Task item ▸
Check every line of the entries that follow, and copy the ones containing "BetaRate".

Dataset records:
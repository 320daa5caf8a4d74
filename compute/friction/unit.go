package friction

// UnitCoefficients reports whether a law treats every section as one, so that alpha and beta are 1 at every depth: all laws but
// those that can tell, by a method AsOne, that they do not (zones combined as Divided or Lotter).
func UnitCoefficients(law Law) bool {
	parted, ok := law.(interface{ AsOne() bool })
	return !ok || parted.AsOne()
}
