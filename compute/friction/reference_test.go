package friction_test

import (
	"bytes"
	"encoding/json"
	"fmt"
	"math"
	"os"
	"strconv"
	"testing"

	"leat/compute/friction"
	"leat/compute/section"
)

type referenceGeometry struct {
	Area          float64 `json:"area"`
	Perimeter     float64 `json:"perimeter"`
	TopWidth      float64 `json:"top_width"`
	PerimeterRate float64 `json:"perimeter_rate"`
}

func (r referenceGeometry) geometry() section.Geometry {
	return section.Geometry{Depth: 1, Area: r.Area, Perimeter: r.Perimeter, TopWidth: r.TopWidth, PerimeterRate: r.PerimeterRate}
}

type reference struct {
	Law       string              `json:"law"`
	Combine   string              `json:"combine"`
	Geometry  referenceGeometry   `json:"geometry"`
	Parts     []referenceGeometry `json:"parts"`
	ZoneN     []float64           `json:"zone_n"`
	N         float64             `json:"n"`
	C         float64             `json:"c"`
	Sand      float64             `json:"ks"`
	Viscosity float64             `json:"nu"`
	Gravity   float64             `json:"gravity"`
	Discharge float64             `json:"discharge"`
	Slope     float64             `json:"slope"`
	Relative  float64             `json:"relative_roughness"`
	Reynolds  float64             `json:"reynolds"`
	Width     float64             `json:"width"`
	Bed       float64             `json:"bed"`
	Sides     float64             `json:"sides"`
	K         string              `json:"k"`
	Rate      string              `json:"rate"`
	Alpha     string              `json:"alpha"`
	AlphaRate string              `json:"alpha_rate"`
	Beta      string              `json:"beta"`
	BetaRate  string              `json:"beta_rate"`
}

// bedded is a still section with a bed.
type bedded struct {
	still
	width float64
}

func (b bedded) BedWidth() float64 { return b.width }

var combinations = map[string]friction.Combination{
	"divided": friction.Divided, "horton_einstein": friction.HortonEinstein, "lotter": friction.Lotter, "pavlovskii": friction.Pavlovskii,
}

func number(t *testing.T, text string) float64 {
	t.Helper()
	x, err := strconv.ParseFloat(text, 64)
	if err != nil {
		t.Fatal(err)
	}
	return x
}

// TestLawsMeetReferences holds every law against values computed at 60 digits by testdata/references/friction.py with mpmath.
func TestLawsMeetReferences(t *testing.T) {
	data, err := os.ReadFile("../../testdata/references/friction.json")
	if err != nil {
		t.Fatal(err)
	}
	decoder := json.NewDecoder(bytes.NewReader(data))
	decoder.DisallowUnknownFields()
	var references []reference
	if err := decoder.Decode(&references); err != nil {
		t.Fatal(err)
	}
	seen := map[string]int{}
	worst := map[string]float64{}
	for i, r := range references {
		seen[r.Law+" "+r.Combine]++
		t.Run(fmt.Sprintf("%s %s %d", r.Law, r.Combine, i), func(t *testing.T) {
			g := r.Geometry.geometry()
			var law friction.Law
			var got friction.Conveyance
			switch r.Law {
			case "manning":
				law = must(friction.NewManning(r.N))
				got = law.AtSlope(g, 0.5)
			case "chezy":
				law = must(friction.NewChezy(r.C))
				got = law.AtDischarge(g, 3)
			case "sand_roughness_slope":
				law = must(friction.NewSandRoughness(r.Sand, r.Viscosity, r.Gravity))
				got = law.AtSlope(g, r.Slope)
			case "sand_roughness_discharge":
				law = must(friction.NewSandRoughness(r.Sand, r.Viscosity, r.Gravity))
				got = law.AtDischarge(g, r.Discharge)
			case "darcy_factor":
				f, exists := friction.DarcyFactor(r.Reynolds, r.Relative)
				if !exists {
					t.Fatal("no friction factor")
				}
				near(t, "f", f, number(t, r.K), 1e-13, 0)
				return
			case "bed_and_sides":
				law = must(friction.NewBedAndSides(bedded{still{g}, r.Width}, r.Bed, r.Sides, combinations[r.Combine]))
				got = law.AtSlope(g, 0.5)
			case "zones":
				var parts []section.Section
				for _, part := range r.Parts {
					parts = append(parts, still{part.geometry()})
				}
				law = must(friction.NewZones(whole{parts: parts}, make([]float64, len(parts)-1), r.ZoneN, combinations[r.Combine]))
				got = law.AtDischarge(g, 1)
				c := law.Coefficients(g)
				rate := 5 * (g.TopWidth/g.Area + g.PerimeterRate/g.Perimeter)
				for _, part := range r.Parts {
					rate += part.PerimeterRate / part.Perimeter
				}
				near(t, "alpha", c.Energy, number(t, r.Alpha), 1e-13, 0)
				near(t, "beta", c.Momentum, number(t, r.Beta), 1e-13, 0)
				near(t, "dalpha", c.EnergyRate, number(t, r.AlphaRate), 1e-12, rate*c.Energy)
				near(t, "dbeta", c.MomentumRate, number(t, r.BetaRate), 1e-12, rate*c.Momentum)
			default:
				t.Fatalf("unknown law %q", r.Law)
			}
			want := number(t, r.K)
			// Where the flow is nearly as shallow as its roughness, the float64 radius itself leaves this much undecided.
			tolerance := 1e-14
			if r.Sand > 0 {
				radius := g.Area / g.Perimeter
				tolerance /= math.Min(1, math.Max(1e-5, 1-r.Sand/(14.8*radius)-smooth(r, radius)))
			}
			near(t, "K", got.K, want, tolerance, 0)
			scale := math.Abs(want) * (g.TopWidth/g.Area + g.PerimeterRate/g.Perimeter)
			near(t, "dK/dy", got.Rate, number(t, r.Rate), 10*tolerance, scale)
			if want > 0 {
				worst[r.Law] = math.Max(worst[r.Law], math.Abs(got.K/want-1))
			}
		})
	}
	t.Logf("cases: %v; largest relative error of K: %v", seen, worst)
	for _, law := range []string{"manning ", "chezy ", "sand_roughness_slope ", "sand_roughness_discharge ", "darcy_factor ",
		"bed_and_sides horton_einstein", "bed_and_sides pavlovskii", "zones divided", "zones horton_einstein", "zones pavlovskii"} {
		if seen[law] < 30 {
			t.Errorf("only %d references of %q", seen[law], law)
		}
	}
}

func smooth(r reference, radius float64) float64 {
	if r.Slope == 0 {
		return 0
	}
	return 2.51 * r.Viscosity / (4 * radius * math.Sqrt(8*r.Gravity*radius*r.Slope))
}
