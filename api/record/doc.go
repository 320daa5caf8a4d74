// Package record makes the calculation record of an answer: a page of HTML that prints on A4, by which a reviewer can follow the numbers by hand. It holds
// no clock and no formula: equations are shown with the numbers of the answer in them, and nothing is computed anew.
package record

Response box ▸
	BetaRate  string              `json:"beta_rate"`
				near(t, "dbeta", c.MomentumRate, number(t, r.BetaRate), 1e-12, rate*c.Momentum)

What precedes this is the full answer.